Statistics 506, Fall 2016

Problem set 5


Due December 18

There is only one exercise to complete here:

Suppose we are considering a linear regression with a response variable y, and independent variables x1, x2, …, xp. We can fit the regression using all p of the covariates, or we can fit the regression using any subset of the covariates. “All subsets selection” is a technique that fits every possible submodel, and selects the submodel with the best fit.

In this exercise you should implement all subsets selection using the R futures package to obtain the fits concurrently.

Hint on how to cycle through all possible models: Represent a particular submodel using a vector of p 0’s and 1’s, where a 0 indicates that the corresponding variable is not included and a 1 indicates that the variable is included. To visit all the models, view these binary vectors as representing integers in base 2 form. If you add 1 (in base 2) to each vector, you will obtain a new model, until you have visited all the models, at which point the process will repeat. For example, if there are three variables, the models are represented as triples (a, b, c), corresponding to the integer a*4 + b*2 + c. The first model is 0 = (0, 0, 0), meaning that none of the variables are included (always include the intercept, which R does by default). Adding 1 to this model in base 2 gives us 1 = (0, 0, 1); adding 1 again gives us 2 = (0, 1, 0), and so on.

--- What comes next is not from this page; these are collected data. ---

/** The renderer on `canvas` (the page's, or an OffscreenCanvas), drawing what `camera` sees. */
export function sceneRendererCreate(canvas: HTMLCanvasElement | OffscreenCanvas, camera: THREE.PerspectiveCamera, events: RendererEvents): SceneRenderer {
  const renderer = new THREE.WebGLRenderer({ canvas, antialias: false, preserveDrawingBuffer: true, powerPreference: 'low-power' });
  renderer.setClearColor(VIEW_COLOURS.background, 1);
  const scene = new THREE.Scene();

  let outline: THREE.LineSegments | null = null;
  let slabLines: THREE.LineSegments | null = null;
  let box: Box | null = null;
  const targetMaterial = pointsMaterial(3.2);
  const contextMaterial = pointsMaterial(1.6, 0.45, false, VIEW_COLOURS.context);
  const targetPoints = new THREE.Group();
  const contextPoints = new THREE.Group();
  let targetPieces: Piece[] = [];
  let contextPieces: Piece[] = [];
  const piecesMake = (group: THREE.Group, material: THREE.ShaderMaterial, world: Float32Array | null, colours: Float32Array | null): Piece[] => {
    const out: Piece[] = [];
    const n = world ? world.length / 3 : 0;
    for (let b = 0; b < n; b += PIECE_POINTS) {
      const e = Math.min(n, b + PIECE_POINTS);
      const geom = new THREE.BufferGeometry();
      geom.setAttribute('position', new THREE.BufferAttribute(world!.subarray(3 * b, 3 * e), 3));
      if (colours) geom.setAttribute('color', new THREE.BufferAttribute(colours.subarray(3 * b, 3 * e), 3));
      // a sphere around the unit cube (world space): spares three a pass over the piece for sorting
      geom.boundingSphere = new THREE.Sphere(new THREE.Vector3(0.5, 0.5, 0.5), 0.87);
      const points = new THREE.Points(geom, material);
      points.frustumCulled = false;
      points.visible = false;
      group.add(points);
      out.push({ points, geom, count: e - b, uploaded: false });
    }
    return out;
  };
  const piecesDrop = (group: THREE.Group, pieces: Piece[]) => {
    for (const p of pieces) {
      group.remove(p.points);
      p.geom.dispose();
    }
  };
  const countOf = (pieces: Piece[]) => pieces.reduce((a, p) => a + p.count, 0);
  const arrowGeom = new THREE.BufferGeometry();
  const arrows = new THREE.LineSegments(arrowGeom, new THREE.LineBasicMaterial({ color: VIEW_COLOURS.arrow }));
  const ringGeom = new THREE.BufferGeometry();
  ringGeom.setAttribute('position', new THREE.Float32BufferAttribute([0, 0, 0], 3));
  ringGeom.setAttribute('color', new THREE.Float32BufferAttribute([...VIEW_COLOURS.ring], 3));
  const ring = new THREE.Points(ringGeom, pointsMaterial(16, 1, true));
  ring.visible = false;
  arrows.frustumCulled = ring.frustumCulled = false;
  // the point and line programs are first drawn in the view's first frames, one kind per frame, as a
  // point or line beyond the far plane: software WebGL compiles drawing code at the first draw of each
  // kind and the drawing thread waits for it in that frame (each of these frames waited 150–800 ms in
  // headless chromium at load 3–5); so that wait falls at start, in tasks of its own, not in the first
  // frames of the first clouds. (A new cloud's own first draw is taken off the wait by preload below.)
  const far = 1e4;
  const warmLine = new THREE.LineBasicMaterial({ color: VIEW_COLOURS.arrow });
  const warm: THREE.Object3D[] = [targetMaterial, contextMaterial, warmLine].map((m) => {
    const g = new THREE.BufferGeometry();
    g.setAttribute('position', new THREE.Float32BufferAttribute([far, far, far, far, far, 2 * far], 3));
    g.setAttribute('color', new THREE.Float32BufferAttribute([0, 0, 0, 0, 0, 0], 3));
    const o = m === warmLine ? new THREE.LineSegments(g, m) : new THREE.Points(g, m);
    o.frustumCulled = false;
    o.visible = false;
    return o;
  });
  const warmLeft = [...warm];
  // what the first frame of an image draws besides points (later frames of a progressive image add points only)
  const extras = new THREE.Group();
  extras.add(arrows, ring);
  scene.add(...warm, contextPoints, targetPoints, extras);

  let frame = 0;
  let warmTimer: ReturnType<typeof setTimeout> | undefined;
  let moving = false;
  // hardware: points drawn per cloud while moving, halved when frames come slower than the goal, doubled when fast
  const software = softwareRendered(renderer.getContext());
  const still = software ? SOFTWARE_STILL_POINTS : Infinity;
  let budget = MOVING_POINTS;
  let lastFrame = 0;
  // software: points per frame (adapted to the measured wait); the still image's points drawn so far, and
  // whether the next frame starts a new image (something changed)
  let perFrame = software ? SOFTWARE_FRAME_POINTS : Infinity;
  let drawnUpTo = 0;
  let fresh = true;
  // the wait for a frame's pixels falls in the task that ran the frame: a task posted from the frame at
  // the highest priority (scheduler.postTask where there is one, else a message) runs right after it
  const waitChannel = new MessageChannel();
  const postTask = (globalThis as unknown as { scheduler?: { postTask?(f: () => void, o: { priority: string }): Promise<unknown> } }).scheduler?.postTask;
  let waiting: FrameRecord | null = null;
  const waited = () => {
    const r = waiting;
    waiting = null;
    if (!r) return;
    r.wait = performance.now() - r.t;
    // a frame that compiled a program waited for that once, not for its points
    if (software && !r.warm && !r.offscreen) perFrame = perFrameNext(perFrame, r.to - r.from, r.wait, FRAME_WAIT_MS, SOFTWARE_FRAME_MIN_POINTS, Math.min(still, SOFTWARE_FRAME_MAX_POINTS));
    events.frame(r);
  };
  waitChannel.port1.onmessage = waited;
  const frameRecord = (record: FrameRecord) => {
    if (waiting) events.frame(waiting);
    waiting = record;
    if (postTask) void postTask.call((globalThis as unknown as { scheduler: unknown }).scheduler, waited, { priority: 'user-blocking' }).catch(() => {});
    else waitChannel.port2.postMessage(null);
  };
  // Software WebGL: the first frame that drew a new cloud's pieces waited far longer than the next ones
  // (40–230 ms for 4096 points at load 2.5–5, against 15–45 ms after; no program was compiled in it). So
  // pieces are first drawn (one point each) into a 1×1 target, which the drawing thread does not wait
  // for, and the visible frame comes once a fence says the GPU process is done with them (the first
  // visible frame of the demo's comparison then waited 25–43 ms).
  const gl = renderer.getContext();
  const gl2 = typeof WebGL2RenderingContext !== 'undefined' && gl instanceof WebGL2RenderingContext ? gl : null;
  const offscreen = new THREE.WebGLRenderTarget(1, 1, { depthBuffer: false });
  let preloadSync: WebGLSync | null = null;
  let preloadTimer: ReturnType<typeof setTimeout> | undefined;
  const preloadWait = () => {
    if (!gl2 || !preloadSync) return;
    if (gl2.getSyncParameter(preloadSync, gl2.SYNC_STATUS) !== gl2.SIGNALED) {
      preloadTimer = setTimeout(preloadWait, 8);
      return;
    }
    gl2.deleteSync(preloadSync);
    preloadSync = null;
    request();
  };
  /** Draws the pieces of slots [from, to) not yet on the GPU offscreen and waits for them; false when there are none. */
  const preload = (from: number, to: number): boolean => {
    if (!gl2) return false;
    const fresh: Piece[] = [];
    let o = 0;
    for (const p of [...targetPieces, ...contextPieces]) {
      if (pieceRange(o, p.count, from, to).count > 0 && !p.uploaded) fresh.push(p);
      o += p.count;
    }
    if (!fresh.length) return false;
    for (const p of [...targetPieces, ...contextPieces]) {
      const f = fresh.includes(p);
      p.points.visible = f;
      if (f) p.geom.setDrawRange(0, 1);
    }
    extras.visible = false;
    renderer.setRenderTarget(offscreen);
    renderer.autoClear = false;
    renderer.render(scene, camera);
    renderer.setRenderTarget(null);
    for (const p of fresh) p.uploaded = true;
    preloadSync = gl2.fenceSync(gl2.SYNC_GPU_COMMANDS_COMPLETE, 0);
    gl2.flush();
    frameRecord({ t: performance.now(), from, to, moving, clear: false, offscreen: true, warm: false, calls: renderer.info.render.calls, programs: renderer.info.programs?.length ?? 0, wait: -1 });
    preloadTimer = setTimeout(preloadWait, 8);
    return true;
  };
  const pointsShown = () => Math.min(still, countOf(targetPieces) + (contextPoints.visible ? countOf(contextPieces) : 0));
  const render = (now: number = performance.now()) => {
    frame = 0;
    if (!software && moving && lastFrame > 0) {
      const dt = now - lastFrame;
      if (dt > MOVING_FRAME_MS * 1.5) budget = Math.max(MOVING_MIN_POINTS, Math.floor(budget / 2));
      else if (dt < MOVING_FRAME_MS / 2) budget = Math.min(4 * MOVING_POINTS, budget * 2);
    }
    lastFrame = moving ? now : 0;
    // which points of the draw order (targets first, then the others) this frame draws
    const shown = pointsShown();
    const range = frameRange({ software, moving, fresh, drawnUpTo, perFrame, shown, still, budget });
    if (!range) return;
    const { from, to } = range;
    if (software && preloadSync) return; // the pieces of this frame are still on their way (preload)
    if (software && preload(from, to)) return;
    const clear = from === 0;
    renderer.autoClear = clear;
    extras.visible = clear;
    // pieces not yet on the GPU go up a few a frame (software: those in the frame's range, few by its size)
    let uploads = UPLOADS_PER_FRAME;
    let more = false;
    let o = 0;
    for (const p of [...targetPieces, ...contextPieces]) {
      const { start, count: take } = pieceRange(o, p.count, from, to);
      o += p.count;
      if (take > 0 && !p.uploaded) {
        if (software || uploads > 0) {
          uploads--;
          p.uploaded = true;
        } else more = true;
      }
      p.geom.setDrawRange(start, take);
      p.points.visible = take > 0 && p.uploaded;
    }
    const warming = !moving ? warmLeft.shift() : undefined;
    if (warming) warming.visible = true;
    renderer.render(scene, camera);
    if (warming) {
      warming.visible = false;
      // the next kind in a frame of its own, after the thread has had a turn
      if (warmLeft.length) warmTimer = setTimeout(redraw, 50);
    }
    frameRecord({ t: performance.now(), from, to, moving, clear, offscreen: false, warm: warming !== undefined, calls: renderer.info.render.calls, programs: renderer.info.programs?.length ?? 0, wait: -1 });
    if (software) {
      // a moving frame is thrown away by the next; a still image goes on where this frame stopped
      fresh = moving;
      drawnUpTo = moving ? 0 : to;
      if (!moving && to < shown) more = true;
      imageDrawing(moving || to < shown);
    }
    if (more) request();
  };
  function request() {
    if (!frame) frame = requestAnimationFrame(render);
  }
  let drawingShown = false;
  function imageDrawing(on: boolean) {
    if (on === drawingShown) return;
    drawingShown = on;
    events.drawing(on);
  }
  /** Something shown changed: the next frame starts a new image. */
  function redraw() {
    fresh = true;
    request();
  }

  const applySlab = (slab: Slab) => {
    for (const m of [targetMaterial, contextMaterial]) {
      const u = m.uniforms;
      u.slabAxis.value = slab.axis;
      u.slabMin.value = slab.min;
      u.slabMax.value = slab.max;
    }
  };
  let slab: Slab | null = null;
  const slabLinesSet = () => {
    if (slabLines) {
      extras.remove(slabLines);
      slabLines.geometry.dispose();
      slabLines = null;
    }
    if (box && slab) {
      slabLines = slabOutline(box, slab);
      if (slabLines) extras.add(slabLines);
    }
  };

  return {
    software,
    capacity: still,
    setCloud(b, targets, colours, context, contextTotal) {
      box = b;
      if (outline) {
        extras.remove(outline);
        outline.geometry.dispose();
      }
      outline = boxOutline(b);
      extras.add(outline);
      piecesDrop(targetPoints, targetPieces);
      piecesDrop(contextPoints, contextPieces);
      targetPieces = piecesMake(targetPoints, targetMaterial, targets, colours ?? new Float32Array(targets ? targets.length : 0));
      contextPieces = piecesMake(contextPoints, contextMaterial, context, null);
      const contextHeld = Math.max(countOf(contextPieces), contextTotal ?? 0);
      // smaller points for dense clouds
      const n = (targets?.length ?? 0) / 3 + contextHeld;
      targetMaterial.uniforms.size.value = n > 200_000 ? 1.5 : n > 20_000 ? 2.2 : 3.2;
      contextMaterial.uniforms.size.value = n > 200_000 ? 1 : 1.6;
      redraw();
    },
    setArrows(segments) {
      arrowGeom.setAttribute('position', new THREE.BufferAttribute(segments ?? new Float32Array(0), 3));
      redraw();
    },
    setSlab(s) {
      slab = s;
      applySlab(s);
      slabLinesSet();
      redraw();
    },
    setContextVisible(on) {
      contextPoints.visible = on;
      redraw();
    },
    setRing(at) {
      if (!at) ring.visible = false;
      else {
        ringGeom.setAttribute('position', new THREE.Float32BufferAttribute([...at], 3));
        ring.visible = true;
      }
      redraw();
    },
    setMoving(on) {
      moving = on;
      lastFrame = 0;
      if (!on) redraw();
    },
    setSize(width, height, pixelRatio) {
      renderer.setPixelRatio(pixelRatio);
      renderer.setSize(width, height, false);
      redraw();
    },
    redraw,
    busy: () => frame !== 0 || drawingShown || preloadSync !== null,
    dispose() {
      cancelAnimationFrame(frame);
      waitChannel.port1.close();
      piecesDrop(targetPoints, targetPieces);
      piecesDrop(contextPoints, contextPieces);
      clearTimeout(warmTimer);
      clearTimeout(preloadTimer);
      offscreen.dispose();
      for (const g of [arrowGeom, ringGeom, ...warm.map((w) => (w as THREE.Points).geometry)]) g.dispose();
      warmLine.dispose();
      for (const m of [targetMaterial, contextMaterial]) m.dispose();
      outline?.geometry.dispose();
      slabLines?.geometry.dispose();
      renderer.dispose();
    },
  };
}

You can use any appropriate model selection statistic to define which model is “best”. Appropriate choices would be AIC, BIC, or adjusted R^2, but not the unadjusted R^2. These are all immediately available in R.

You should implement a configurable cap on the number of processes that can be run concurrently (as in the examples in the notes).

To demonstrate your code, simulate data from a single population of your choice. Run the procedure on your data (one run sufficient), and briefly discuss the results. Your discussion should cover your findings regarding the model that is selected, and the time that was required for the computation to complete.